Boston's Beacon Hill blue-blood streets, Brooklyn's Orthodox Jewish enclaves, Los Angeles' Persian neighborhoods. Each has its own culture derived primarily from the ancestries and culture of the residents who call these neighborhoods home. Likewise, each neighborhood in America has its own culture – some more unique than others – based on lifestyle, occupations, the types of households – and importantly – on the ethnicities and ancestries of the people who live in the neighborhood. Understanding where people came from, who their grandparents or great-grandparents were, can help you understand how a neighborhood is today.
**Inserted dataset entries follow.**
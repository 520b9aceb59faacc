import { describe, expect, it } from "vitest";
import { applyEdit } from "./apply-change";
import { exampleProfile } from "./profile.fixture";

describe("applyEdit", () => {
  it("changes one block of the night and leaves the rest of the day", () => {
    const flat = { ...exampleProfile(), basal: [{ startMinute: 0, milliUnitsPerHour: 500 }] };
    expect(applyEdit(flat, { family: "basal", fromMinute: 0, toMinute: 240, value: 0.55 }, "mg/dL").basal).toEqual([
      { startMinute: 0, milliUnitsPerHour: 550 },
      { startMinute: 240, milliUnitsPerHour: 500 },
    ]);
  });

  it("keeps a sensitivity typed in mmol/L exact", () => {
    const edited = applyEdit(exampleProfile(), { family: "sensitivity", fromMinute: 0, toMinute: 1440, value: 3.4 }, "mmol/L");
    expect(edited.sensitivity).toEqual([{ startMinute: 0, microMgDlPerUnit: 61_253_040 }]);
  });

  it("refuses an edit that changes nothing, and an empty part of the day", () => {
    const flat = { ...exampleProfile(), carbRatio: [{ startMinute: 0, milligramsPerUnit: 15_000 }] };
    const edit = { family: "carbRatio", fromMinute: 0, toMinute: 1440, value: 15 } as const;
    expect(() => applyEdit(flat, edit, "mg/dL")).toThrow(expect.objectContaining({ code: "CONFLICT" }));
    expect(() => applyEdit(flat, { ...edit, toMinute: 0 }, "mg/dL")).toThrow(expect.objectContaining({ code: "INVALID_RANGE" }));
  });
});
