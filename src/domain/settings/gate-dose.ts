import type { DailyDose } from "./daily-dose";
import { compare, fractionOf, minus, over, plus, times, type Fraction } from "./fraction";

/**
 * The spans outside of which no preset is shown (settings.md 3.2, rules 2 and 3).
 * 20 to 100 U: formula data are poor under 20 (Walsh, read) and rules were stated
 * for 20 to 100 (read). 0.70 is the deepest published cut from injections that was
 * read; below it lies a ketone risk. The 30 % and 0.3 to 1.0 U/kg are our own.
 */
export const GATE_DOSE_LIMITS = {
  dailyDoseUnits: { low: 20, high: 100 },
  dailyDoseUnitsPerKg: { low: 0.3, high: 1 },
  differenceOfMean: 0.3,
  weightShareOfInjections: 0.7,
} as const;

export type GateDoseCode =
  | "totalDailyDoseOutOfRange"
  | "dosePerKgOutOfRange"
  | "estimatesFarApart"
  | "weightEstimateTooLow";

const TEXTS: Record<GateDoseCode, string> = {
  totalDailyDoseOutOfRange: "The total daily dose lies outside the span the published formulas were made for.",
  dosePerKgOutOfRange: "The total daily dose is unusual for the body weight that was typed.",
  estimatesFarApart: "The estimate from the doses and the estimate from body weight lie far apart.",
  weightEstimateTooLow: "The estimate from body weight is lower than any published step down from injections.",
};

function isOutside(value: Fraction, { low, high }: { low: number; high: number }): boolean {
  return compare(value, fractionOf(low)) < 0 || compare(value, fractionOf(high)) > 0;
}

/**
 * The reasons in the typed numbers that route a person to their educator.
 *
 * The sources do not say which dose the spans are for, so the dose as typed and
 * both presets must lie inside; on the border is inside. The two comparisons of
 * estimates apply to injections only: a pump's dose is carried over, not cut.
 */
export function gateDoseReasons(dose: DailyDose): { code: GateDoseCode; text: string }[] {
  const { present, fromPresent, fromWeight, cautious, standard, weightKg } = dose;
  const doses = [present, cautious, standard];
  const mean = over(plus(fromPresent, fromWeight), fractionOf(2));
  const [smallerOne, largerOne] =
    compare(fromPresent, fromWeight) < 0 ? [fromPresent, fromWeight] : [fromWeight, fromPresent];
  const allowedDifference = times(fractionOf(GATE_DOSE_LIMITS.differenceOfMean), mean);
  const weightFloor = times(fractionOf(GATE_DOSE_LIMITS.weightShareOfInjections), present);
  const isFromInjections = dose.route === "injections";

  const fires: Record<GateDoseCode, boolean> = {
    totalDailyDoseOutOfRange: doses.some((units) => isOutside(units, GATE_DOSE_LIMITS.dailyDoseUnits)),
    dosePerKgOutOfRange: doses.some((units) => isOutside(over(units, weightKg), GATE_DOSE_LIMITS.dailyDoseUnitsPerKg)),
    estimatesFarApart: isFromInjections && compare(minus(largerOne, smallerOne), allowedDifference) > 0,
    weightEstimateTooLow: isFromInjections && compare(fromWeight, weightFloor) < 0,
  };
  return (Object.keys(TEXTS) as GateDoseCode[])
    .filter((code) => fires[code])
    .map((code) => ({ code, text: TEXTS[code] }));
}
In the Flores Park neighborhood in Rialto, CA, residents most commonly identify their ethnicity or ancestry as Mexican (60.4%). There are also a number of people of English ancestry (2.6%), and residents who report Puerto Rican roots (2.5%), and some of the residents are also of German ancestry (2.3%), along with some Asian ancestry residents (2.1%), among others. In addition, 23.7% of the residents of this neighborhood were born in another country.
How you get to work – car, bus, train or other means – and how much of your day it takes to do so is a large quality of life and financial issue. Especially with gasoline prices rising and expected to continue doing so, the length and means of one's commute can be a financial burden. Some neighborhoods are physically located so that many residents have to drive in their own car, others are set up so many walk to work, or can take a train, bus, or bike. The greatest number of commuters in Flores Park neighborhood spend between 15 and 30 minutes commuting one-way to work (31.8% of working residents), which is shorter than the time spent commuting to work for most Americans. However, there is also a significant group of residents (9.8%) who commute over an hour in each direction.
Here most residents (77.4%) drive alone in a private automobile to get to work. In addition, quite a number also carpool with coworkers, friends, or neighbors to get to work (21.0%) . In a neighborhood like this, as in most of the nation, many residents find owning a car useful for getting to work.